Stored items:
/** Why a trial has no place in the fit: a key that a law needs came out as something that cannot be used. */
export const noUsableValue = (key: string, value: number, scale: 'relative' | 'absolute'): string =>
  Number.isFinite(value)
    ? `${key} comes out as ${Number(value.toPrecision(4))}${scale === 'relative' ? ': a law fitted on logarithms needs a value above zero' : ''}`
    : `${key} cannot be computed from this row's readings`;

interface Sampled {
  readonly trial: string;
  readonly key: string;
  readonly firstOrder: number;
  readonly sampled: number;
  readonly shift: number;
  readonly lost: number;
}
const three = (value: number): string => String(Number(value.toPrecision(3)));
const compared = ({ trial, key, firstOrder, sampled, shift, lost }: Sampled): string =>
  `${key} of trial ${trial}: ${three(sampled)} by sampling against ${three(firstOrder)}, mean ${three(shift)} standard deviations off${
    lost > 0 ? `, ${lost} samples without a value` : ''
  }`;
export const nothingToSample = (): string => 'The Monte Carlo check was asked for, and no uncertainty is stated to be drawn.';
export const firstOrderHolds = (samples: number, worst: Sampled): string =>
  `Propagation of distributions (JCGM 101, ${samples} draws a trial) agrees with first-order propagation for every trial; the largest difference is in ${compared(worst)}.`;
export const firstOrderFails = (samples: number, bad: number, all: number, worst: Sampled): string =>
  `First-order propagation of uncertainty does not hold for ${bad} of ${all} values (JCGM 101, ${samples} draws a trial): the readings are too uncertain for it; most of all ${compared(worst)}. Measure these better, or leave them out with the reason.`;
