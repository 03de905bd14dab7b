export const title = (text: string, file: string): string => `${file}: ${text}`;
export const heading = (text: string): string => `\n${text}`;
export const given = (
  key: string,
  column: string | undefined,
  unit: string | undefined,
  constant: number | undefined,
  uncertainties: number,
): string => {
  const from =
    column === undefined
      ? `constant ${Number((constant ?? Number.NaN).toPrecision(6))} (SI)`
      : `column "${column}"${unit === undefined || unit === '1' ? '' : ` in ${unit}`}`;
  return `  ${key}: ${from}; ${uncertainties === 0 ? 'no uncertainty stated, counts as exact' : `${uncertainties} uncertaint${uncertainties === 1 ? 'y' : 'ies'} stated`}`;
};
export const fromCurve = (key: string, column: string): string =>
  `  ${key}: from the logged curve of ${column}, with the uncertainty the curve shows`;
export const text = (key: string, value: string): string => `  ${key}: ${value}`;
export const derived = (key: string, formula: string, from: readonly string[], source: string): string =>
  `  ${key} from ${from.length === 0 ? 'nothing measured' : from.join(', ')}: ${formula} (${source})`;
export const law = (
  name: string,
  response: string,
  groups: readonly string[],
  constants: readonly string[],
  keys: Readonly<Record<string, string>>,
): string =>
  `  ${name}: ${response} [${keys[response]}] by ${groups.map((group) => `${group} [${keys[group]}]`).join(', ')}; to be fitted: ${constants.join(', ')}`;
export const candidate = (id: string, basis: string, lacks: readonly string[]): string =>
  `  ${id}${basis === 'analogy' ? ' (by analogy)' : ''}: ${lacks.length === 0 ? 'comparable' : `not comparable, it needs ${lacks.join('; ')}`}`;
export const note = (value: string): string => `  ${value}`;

> _EXERCISE DESCRIPTION_: Word for word, retype all of the entries above.

> _ANSWER SECTION_:
/** Why a trial has no place in the fit: a key that a law needs came out as something that cannot be used. */
export const noUsableValue = (key: string, value: number, scale: 'relative' | 'absolute'): string =>
  Number.isFinite(value)
    ? `${key} comes out as ${Number(value.toPrecision(4))}${scale === 'relative' ? ': a law fitted on logarithms needs a value above zero' : ''}`
    : `${key} cannot be computed from this row's readings`;

interface Sampled {
  readonly trial: string;
  readonly key: string;
  readonly firstOrder: number;
  readonly sampled: number;
  readonly shift: number;
  readonly lost: number;
}
const three = (value: number): string => String(Number(value.toPrecision(3)));
const compared = ({ trial, key, firstOrder, sampled, shift, lost }: Sampled): string =>
  `${key} of trial ${trial}: ${three(sampled)} by sampling against ${three(firstOrder)}, mean ${three(shift)} standard deviations off${
    lost > 0 ? `, ${lost} samples without a value` : ''
  }`;
export const nothingToSample = (): string => 'The Monte Carlo check was asked for, and no uncertainty is stated to be drawn.';
export const firstOrderHolds = (samples: number, worst: Sampled): string =>
  `Propagation of distributions (JCGM 101, ${samples} draws a trial) agrees with first-order propagation for every trial; the largest difference is in ${compared(worst)}.`;
export const firstOrderFails = (samples: number, bad: number, all: number, worst: Sampled): string =>
  `First-order propagation of uncertainty does not hold for ${bad} of ${all} values (JCGM 101, ${samples} draws a trial): the readings are too uncertain for it; most of all ${compared(worst)}. Measure these better, or leave them out with the reason.`;
repository 03de905bd14dab7b
export const title = (text: string, file: string): string => `${file}: ${text}`;
export const heading = (text: string): string => `\n${text}`;
export const given = (
  key: string,
  column: string | undefined,
  unit: string | undefined,
  constant: number | undefined,
  uncertainties: number,
): string => {
  const from =
    column === undefined
      ? `constant ${Number((constant ?? Number.NaN).toPrecision(6))} (SI)`
      : `column "${column}"${unit === undefined || unit === '1' ? '' : ` in ${unit}`}`;
  return `  ${key}: ${from}; ${uncertainties === 0 ? 'no uncertainty stated, counts as exact' : `${uncertainties} uncertaint${uncertainties === 1 ? 'y' : 'ies'} stated`}`;
};
export const fromCurve = (key: string, column: string): string =>
  `  ${key}: from the logged curve of ${column}, with the uncertainty the curve shows`;
export const text = (key: string, value: string): string => `  ${key}: ${value}`;
export const derived = (key: string, formula: string, from: readonly string[], source: string): string =>
  `  ${key} from ${from.length === 0 ? 'nothing measured' : from.join(', ')}: ${formula} (${source})`;
export const law = (
  name: string,
  response: string,
  groups: readonly string[],
  constants: readonly string[],
  keys: Readonly<Record<string, string>>,
): string =>
  `  ${name}: ${response} [${keys[response]}] by ${groups.map((group) => `${group} [${keys[group]}]`).join(', ')}; to be fitted: ${constants.join(', ')}`;
export const candidate = (id: string, basis: string, lacks: readonly string[]): string =>
  `  ${id}${basis === 'analogy' ? ' (by analogy)' : ''}: ${lacks.length === 0 ? 'comparable' : `not comparable, it needs ${lacks.join('; ')}`}`;
export const note = (value: string): string => `  ${value}`;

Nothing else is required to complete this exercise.